BEGIN Task inputs

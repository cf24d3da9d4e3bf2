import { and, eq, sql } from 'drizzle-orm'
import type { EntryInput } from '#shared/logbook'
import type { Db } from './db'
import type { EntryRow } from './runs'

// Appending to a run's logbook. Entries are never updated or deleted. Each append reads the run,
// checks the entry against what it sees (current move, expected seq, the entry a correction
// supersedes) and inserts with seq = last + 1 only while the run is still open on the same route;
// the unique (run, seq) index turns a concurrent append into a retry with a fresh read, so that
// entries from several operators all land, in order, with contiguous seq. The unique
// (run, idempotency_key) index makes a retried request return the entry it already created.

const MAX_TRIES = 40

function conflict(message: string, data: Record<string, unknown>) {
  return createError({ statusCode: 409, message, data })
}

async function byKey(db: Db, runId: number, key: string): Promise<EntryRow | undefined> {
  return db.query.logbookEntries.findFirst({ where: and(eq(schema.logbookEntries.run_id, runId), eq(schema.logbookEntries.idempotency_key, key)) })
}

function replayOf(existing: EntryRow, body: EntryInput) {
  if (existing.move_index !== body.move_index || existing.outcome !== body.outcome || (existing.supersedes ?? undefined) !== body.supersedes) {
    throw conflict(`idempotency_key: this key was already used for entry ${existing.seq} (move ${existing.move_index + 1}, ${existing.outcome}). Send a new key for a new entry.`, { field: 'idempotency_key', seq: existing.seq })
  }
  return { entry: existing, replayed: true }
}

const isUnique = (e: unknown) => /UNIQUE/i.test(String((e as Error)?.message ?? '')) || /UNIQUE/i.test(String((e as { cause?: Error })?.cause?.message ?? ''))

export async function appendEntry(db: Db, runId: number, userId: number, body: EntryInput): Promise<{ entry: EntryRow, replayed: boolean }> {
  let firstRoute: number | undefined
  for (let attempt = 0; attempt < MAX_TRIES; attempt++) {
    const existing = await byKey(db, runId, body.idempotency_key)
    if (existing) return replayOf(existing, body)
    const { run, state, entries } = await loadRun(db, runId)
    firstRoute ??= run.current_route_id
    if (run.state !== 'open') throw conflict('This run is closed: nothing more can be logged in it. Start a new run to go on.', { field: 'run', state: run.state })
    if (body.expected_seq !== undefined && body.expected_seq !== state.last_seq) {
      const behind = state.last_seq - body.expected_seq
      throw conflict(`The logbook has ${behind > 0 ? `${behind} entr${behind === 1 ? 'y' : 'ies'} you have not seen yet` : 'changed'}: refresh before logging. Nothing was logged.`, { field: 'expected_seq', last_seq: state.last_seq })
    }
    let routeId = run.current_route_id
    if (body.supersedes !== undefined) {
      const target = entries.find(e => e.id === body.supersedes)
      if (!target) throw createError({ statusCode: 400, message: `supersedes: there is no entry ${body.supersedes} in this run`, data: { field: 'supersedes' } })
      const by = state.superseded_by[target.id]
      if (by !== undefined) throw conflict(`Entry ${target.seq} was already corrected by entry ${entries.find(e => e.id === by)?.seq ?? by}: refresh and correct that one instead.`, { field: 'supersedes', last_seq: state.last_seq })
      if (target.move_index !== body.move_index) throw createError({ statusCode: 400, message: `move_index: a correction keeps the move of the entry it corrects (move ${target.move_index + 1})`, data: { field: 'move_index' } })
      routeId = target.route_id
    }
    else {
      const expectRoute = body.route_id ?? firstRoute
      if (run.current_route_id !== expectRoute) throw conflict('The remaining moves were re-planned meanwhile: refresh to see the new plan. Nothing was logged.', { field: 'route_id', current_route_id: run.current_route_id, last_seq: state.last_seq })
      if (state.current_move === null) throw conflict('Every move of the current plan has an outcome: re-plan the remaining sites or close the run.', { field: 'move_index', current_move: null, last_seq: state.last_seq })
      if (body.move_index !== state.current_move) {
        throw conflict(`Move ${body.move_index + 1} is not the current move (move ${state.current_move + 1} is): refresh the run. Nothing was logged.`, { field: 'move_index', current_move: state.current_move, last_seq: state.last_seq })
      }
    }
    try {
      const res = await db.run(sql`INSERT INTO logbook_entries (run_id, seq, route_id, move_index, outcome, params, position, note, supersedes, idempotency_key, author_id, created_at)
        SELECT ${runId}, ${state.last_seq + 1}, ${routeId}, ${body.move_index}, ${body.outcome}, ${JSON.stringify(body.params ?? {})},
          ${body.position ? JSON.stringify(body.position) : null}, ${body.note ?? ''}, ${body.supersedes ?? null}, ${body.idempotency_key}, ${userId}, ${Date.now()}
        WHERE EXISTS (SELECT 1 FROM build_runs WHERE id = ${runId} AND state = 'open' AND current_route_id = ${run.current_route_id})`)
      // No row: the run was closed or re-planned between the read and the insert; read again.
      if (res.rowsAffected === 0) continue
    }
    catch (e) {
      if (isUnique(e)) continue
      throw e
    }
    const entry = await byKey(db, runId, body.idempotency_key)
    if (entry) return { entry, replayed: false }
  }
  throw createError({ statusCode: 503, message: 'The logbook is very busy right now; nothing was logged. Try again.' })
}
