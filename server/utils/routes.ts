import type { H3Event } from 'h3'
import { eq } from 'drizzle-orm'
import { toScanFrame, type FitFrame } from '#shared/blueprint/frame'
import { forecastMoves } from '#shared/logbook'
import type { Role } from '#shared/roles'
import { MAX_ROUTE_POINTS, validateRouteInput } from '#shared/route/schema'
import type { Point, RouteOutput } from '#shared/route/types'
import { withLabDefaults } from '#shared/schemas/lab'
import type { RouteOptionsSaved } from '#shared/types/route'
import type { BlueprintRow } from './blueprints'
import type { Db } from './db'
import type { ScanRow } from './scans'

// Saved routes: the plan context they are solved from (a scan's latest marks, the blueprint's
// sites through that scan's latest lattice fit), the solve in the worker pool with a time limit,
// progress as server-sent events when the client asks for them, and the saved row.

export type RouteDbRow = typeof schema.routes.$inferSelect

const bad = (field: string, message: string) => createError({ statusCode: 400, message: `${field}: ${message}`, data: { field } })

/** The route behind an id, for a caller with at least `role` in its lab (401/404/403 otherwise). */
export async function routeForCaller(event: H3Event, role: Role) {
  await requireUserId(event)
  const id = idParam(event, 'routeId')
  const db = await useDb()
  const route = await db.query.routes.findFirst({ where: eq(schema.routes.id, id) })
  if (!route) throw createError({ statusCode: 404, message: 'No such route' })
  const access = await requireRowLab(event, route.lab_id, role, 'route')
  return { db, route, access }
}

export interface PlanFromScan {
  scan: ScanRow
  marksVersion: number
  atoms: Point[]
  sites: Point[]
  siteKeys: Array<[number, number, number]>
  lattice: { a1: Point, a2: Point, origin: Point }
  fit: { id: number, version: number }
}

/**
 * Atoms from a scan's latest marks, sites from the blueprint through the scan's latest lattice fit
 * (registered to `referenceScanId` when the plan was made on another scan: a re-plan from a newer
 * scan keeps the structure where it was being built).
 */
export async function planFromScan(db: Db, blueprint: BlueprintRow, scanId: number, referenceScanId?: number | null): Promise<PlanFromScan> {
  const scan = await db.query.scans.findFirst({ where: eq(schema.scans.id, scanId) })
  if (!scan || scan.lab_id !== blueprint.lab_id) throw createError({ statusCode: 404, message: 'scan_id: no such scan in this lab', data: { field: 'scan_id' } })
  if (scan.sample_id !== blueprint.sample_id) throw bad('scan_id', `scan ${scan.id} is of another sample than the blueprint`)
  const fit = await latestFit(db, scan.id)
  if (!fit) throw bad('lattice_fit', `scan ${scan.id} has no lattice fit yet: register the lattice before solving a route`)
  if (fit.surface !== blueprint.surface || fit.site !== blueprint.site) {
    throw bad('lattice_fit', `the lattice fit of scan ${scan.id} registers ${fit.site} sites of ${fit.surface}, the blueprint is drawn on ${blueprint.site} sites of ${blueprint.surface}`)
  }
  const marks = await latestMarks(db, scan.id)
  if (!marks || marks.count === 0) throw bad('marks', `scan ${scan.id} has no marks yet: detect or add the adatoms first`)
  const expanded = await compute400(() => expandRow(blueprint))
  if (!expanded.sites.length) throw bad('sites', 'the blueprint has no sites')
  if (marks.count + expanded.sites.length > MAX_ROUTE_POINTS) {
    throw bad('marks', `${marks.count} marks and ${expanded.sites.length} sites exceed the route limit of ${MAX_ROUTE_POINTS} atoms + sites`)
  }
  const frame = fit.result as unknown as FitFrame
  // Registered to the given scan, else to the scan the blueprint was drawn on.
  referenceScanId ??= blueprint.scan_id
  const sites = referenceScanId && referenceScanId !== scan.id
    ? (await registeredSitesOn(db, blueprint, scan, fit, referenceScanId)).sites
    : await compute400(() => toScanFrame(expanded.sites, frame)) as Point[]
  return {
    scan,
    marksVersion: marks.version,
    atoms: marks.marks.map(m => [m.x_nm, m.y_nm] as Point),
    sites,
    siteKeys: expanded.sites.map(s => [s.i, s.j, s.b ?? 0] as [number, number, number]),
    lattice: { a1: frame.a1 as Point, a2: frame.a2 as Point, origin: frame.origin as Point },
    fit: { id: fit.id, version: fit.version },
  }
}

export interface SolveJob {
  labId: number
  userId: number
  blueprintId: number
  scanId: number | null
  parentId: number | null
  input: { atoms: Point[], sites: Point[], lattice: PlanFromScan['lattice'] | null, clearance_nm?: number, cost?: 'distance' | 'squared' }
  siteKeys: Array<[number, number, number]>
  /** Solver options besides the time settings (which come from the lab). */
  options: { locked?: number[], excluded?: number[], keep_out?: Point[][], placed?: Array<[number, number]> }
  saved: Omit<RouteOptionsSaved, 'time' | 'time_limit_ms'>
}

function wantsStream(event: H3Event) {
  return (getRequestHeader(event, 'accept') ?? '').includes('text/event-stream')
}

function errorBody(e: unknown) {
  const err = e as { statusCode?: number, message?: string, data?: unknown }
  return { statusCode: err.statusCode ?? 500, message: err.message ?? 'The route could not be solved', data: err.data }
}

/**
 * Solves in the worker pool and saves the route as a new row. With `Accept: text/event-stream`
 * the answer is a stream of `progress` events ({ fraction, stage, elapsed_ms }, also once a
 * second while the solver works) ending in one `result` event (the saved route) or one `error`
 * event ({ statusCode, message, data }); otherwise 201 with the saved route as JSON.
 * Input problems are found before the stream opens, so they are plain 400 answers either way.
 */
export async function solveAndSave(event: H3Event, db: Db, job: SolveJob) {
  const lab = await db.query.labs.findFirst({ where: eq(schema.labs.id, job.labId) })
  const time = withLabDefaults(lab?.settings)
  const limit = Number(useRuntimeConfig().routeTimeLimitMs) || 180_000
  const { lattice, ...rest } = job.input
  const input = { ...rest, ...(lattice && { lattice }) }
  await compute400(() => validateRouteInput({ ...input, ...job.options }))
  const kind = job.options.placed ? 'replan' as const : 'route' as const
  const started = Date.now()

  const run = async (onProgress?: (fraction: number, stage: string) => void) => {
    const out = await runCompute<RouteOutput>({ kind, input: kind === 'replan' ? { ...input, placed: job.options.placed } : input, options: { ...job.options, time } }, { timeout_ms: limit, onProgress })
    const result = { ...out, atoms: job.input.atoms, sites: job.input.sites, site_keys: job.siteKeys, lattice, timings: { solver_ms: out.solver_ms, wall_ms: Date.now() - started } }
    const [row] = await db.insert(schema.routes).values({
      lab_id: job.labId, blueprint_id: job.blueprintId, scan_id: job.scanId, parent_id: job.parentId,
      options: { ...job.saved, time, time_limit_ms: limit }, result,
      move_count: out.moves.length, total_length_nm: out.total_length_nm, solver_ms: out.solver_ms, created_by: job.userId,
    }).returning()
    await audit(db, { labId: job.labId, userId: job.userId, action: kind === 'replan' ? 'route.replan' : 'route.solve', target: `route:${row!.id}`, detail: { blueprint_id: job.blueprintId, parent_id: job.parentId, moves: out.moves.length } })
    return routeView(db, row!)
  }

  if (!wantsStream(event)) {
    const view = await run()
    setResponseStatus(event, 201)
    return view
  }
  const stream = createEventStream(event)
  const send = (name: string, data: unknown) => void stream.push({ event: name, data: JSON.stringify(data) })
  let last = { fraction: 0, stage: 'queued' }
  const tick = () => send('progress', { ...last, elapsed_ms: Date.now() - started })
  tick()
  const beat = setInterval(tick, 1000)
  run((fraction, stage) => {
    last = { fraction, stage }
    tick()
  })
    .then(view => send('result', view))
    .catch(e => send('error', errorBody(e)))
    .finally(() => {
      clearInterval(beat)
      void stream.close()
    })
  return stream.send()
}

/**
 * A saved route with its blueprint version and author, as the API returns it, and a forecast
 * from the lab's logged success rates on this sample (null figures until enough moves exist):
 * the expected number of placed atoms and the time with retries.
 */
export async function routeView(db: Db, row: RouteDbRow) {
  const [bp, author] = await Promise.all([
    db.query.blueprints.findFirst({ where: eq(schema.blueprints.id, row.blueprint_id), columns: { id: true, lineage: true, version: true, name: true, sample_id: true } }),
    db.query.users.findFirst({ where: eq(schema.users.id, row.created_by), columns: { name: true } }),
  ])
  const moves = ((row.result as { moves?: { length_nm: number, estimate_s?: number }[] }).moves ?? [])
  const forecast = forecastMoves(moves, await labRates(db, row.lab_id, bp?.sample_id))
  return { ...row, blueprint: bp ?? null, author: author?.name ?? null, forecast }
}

END Task inputs

• **Exercise instructions**
Start with the first line of the data and print every line exactly. The line containing "let firstRoute: number | undefined" is the last one to include.

• **Output of the exercise**
repository cf24d3da9d4e3bf2
import { and, eq, sql } from 'drizzle-orm'
import type { EntryInput } from '#shared/logbook'
import type { Db } from './db'
import type { EntryRow } from './runs'

// Appending to a run's logbook. Entries are never updated or deleted. Each append reads the run,
// checks the entry against what it sees (current move, expected seq, the entry a correction
// supersedes) and inserts with seq = last + 1 only while the run is still open on the same route;
// the unique (run, seq) index turns a concurrent append into a retry with a fresh read, so that
// entries from several operators all land, in order, with contiguous seq. The unique
// (run, idempotency_key) index makes a retried request return the entry it already created.

const MAX_TRIES = 40

function conflict(message: string, data: Record<string, unknown>) {
  return createError({ statusCode: 409, message, data })
}

async function byKey(db: Db, runId: number, key: string): Promise<EntryRow | undefined> {
  return db.query.logbookEntries.findFirst({ where: and(eq(schema.logbookEntries.run_id, runId), eq(schema.logbookEntries.idempotency_key, key)) })
}

function replayOf(existing: EntryRow, body: EntryInput) {
  if (existing.move_index !== body.move_index || existing.outcome !== body.outcome || (existing.supersedes ?? undefined) !== body.supersedes) {
    throw conflict(`idempotency_key: this key was already used for entry ${existing.seq} (move ${existing.move_index + 1}, ${existing.outcome}). Send a new key for a new entry.`, { field: 'idempotency_key', seq: existing.seq })
  }
  return { entry: existing, replayed: true }
}

const isUnique = (e: unknown) => /UNIQUE/i.test(String((e as Error)?.message ?? '')) || /UNIQUE/i.test(String((e as { cause?: Error })?.cause?.message ?? ''))

export async function appendEntry(db: Db, runId: number, userId: number, body: EntryInput): Promise<{ entry: EntryRow, replayed: boolean }> {
  let firstRoute: number | undefined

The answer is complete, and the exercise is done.